Provided data section start

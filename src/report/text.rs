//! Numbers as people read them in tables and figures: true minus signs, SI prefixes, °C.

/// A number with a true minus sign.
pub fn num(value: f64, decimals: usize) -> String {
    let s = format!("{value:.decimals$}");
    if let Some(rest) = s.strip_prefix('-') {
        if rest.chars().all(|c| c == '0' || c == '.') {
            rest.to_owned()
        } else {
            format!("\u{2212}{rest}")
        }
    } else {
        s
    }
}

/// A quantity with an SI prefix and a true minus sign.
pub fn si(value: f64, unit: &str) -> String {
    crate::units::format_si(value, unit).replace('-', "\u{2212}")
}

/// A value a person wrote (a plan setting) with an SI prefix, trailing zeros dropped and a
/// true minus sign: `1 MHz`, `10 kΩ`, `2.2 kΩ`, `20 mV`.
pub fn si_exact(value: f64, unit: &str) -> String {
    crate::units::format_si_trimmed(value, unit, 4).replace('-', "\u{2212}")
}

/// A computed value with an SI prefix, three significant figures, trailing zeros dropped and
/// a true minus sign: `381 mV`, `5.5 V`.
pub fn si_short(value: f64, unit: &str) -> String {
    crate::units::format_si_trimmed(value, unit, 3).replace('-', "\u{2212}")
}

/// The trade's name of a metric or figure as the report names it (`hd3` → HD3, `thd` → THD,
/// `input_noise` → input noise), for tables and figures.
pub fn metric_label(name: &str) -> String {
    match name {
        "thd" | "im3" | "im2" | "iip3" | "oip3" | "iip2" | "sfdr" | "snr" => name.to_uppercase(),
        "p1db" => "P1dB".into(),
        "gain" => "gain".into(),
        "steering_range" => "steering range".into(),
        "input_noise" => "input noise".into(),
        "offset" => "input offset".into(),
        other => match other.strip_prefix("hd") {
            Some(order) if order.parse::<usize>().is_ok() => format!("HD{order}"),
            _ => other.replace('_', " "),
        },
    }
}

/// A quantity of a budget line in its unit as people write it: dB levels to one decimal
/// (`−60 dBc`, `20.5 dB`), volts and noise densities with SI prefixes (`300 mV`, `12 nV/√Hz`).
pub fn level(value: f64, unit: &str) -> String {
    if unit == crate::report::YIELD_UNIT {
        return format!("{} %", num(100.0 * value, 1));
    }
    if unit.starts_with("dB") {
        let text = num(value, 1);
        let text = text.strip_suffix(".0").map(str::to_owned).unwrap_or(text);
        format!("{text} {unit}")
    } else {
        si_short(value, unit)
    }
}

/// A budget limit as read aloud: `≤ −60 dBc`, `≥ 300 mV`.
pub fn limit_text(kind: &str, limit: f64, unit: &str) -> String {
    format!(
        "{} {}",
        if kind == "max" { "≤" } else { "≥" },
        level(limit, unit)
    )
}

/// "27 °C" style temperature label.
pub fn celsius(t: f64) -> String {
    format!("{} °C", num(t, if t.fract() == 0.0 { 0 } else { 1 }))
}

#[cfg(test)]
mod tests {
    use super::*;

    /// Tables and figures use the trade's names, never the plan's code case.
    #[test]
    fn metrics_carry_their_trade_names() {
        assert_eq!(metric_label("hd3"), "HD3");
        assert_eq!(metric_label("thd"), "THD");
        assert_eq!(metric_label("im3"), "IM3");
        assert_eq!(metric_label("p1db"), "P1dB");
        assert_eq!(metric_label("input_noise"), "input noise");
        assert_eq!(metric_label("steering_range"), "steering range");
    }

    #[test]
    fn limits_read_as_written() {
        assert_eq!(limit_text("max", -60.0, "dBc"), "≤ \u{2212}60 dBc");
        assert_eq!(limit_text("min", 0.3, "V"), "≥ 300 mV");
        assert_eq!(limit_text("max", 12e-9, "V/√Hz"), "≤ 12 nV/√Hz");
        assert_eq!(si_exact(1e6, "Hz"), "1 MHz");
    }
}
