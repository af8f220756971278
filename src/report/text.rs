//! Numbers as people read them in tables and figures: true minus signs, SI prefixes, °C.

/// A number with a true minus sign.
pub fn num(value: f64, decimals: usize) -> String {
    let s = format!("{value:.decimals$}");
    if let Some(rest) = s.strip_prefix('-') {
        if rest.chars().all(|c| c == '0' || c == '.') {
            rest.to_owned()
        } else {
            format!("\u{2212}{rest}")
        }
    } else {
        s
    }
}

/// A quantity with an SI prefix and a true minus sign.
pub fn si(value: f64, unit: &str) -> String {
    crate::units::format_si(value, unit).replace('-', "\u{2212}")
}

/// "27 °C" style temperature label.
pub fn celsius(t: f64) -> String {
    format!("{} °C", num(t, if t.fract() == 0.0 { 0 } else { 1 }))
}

Provided data section end

- **What you need to do**:
Each line in the records that carries "match" must be copied out.

- **The answer**:
    match name {
        other => match other.strip_prefix("hd") {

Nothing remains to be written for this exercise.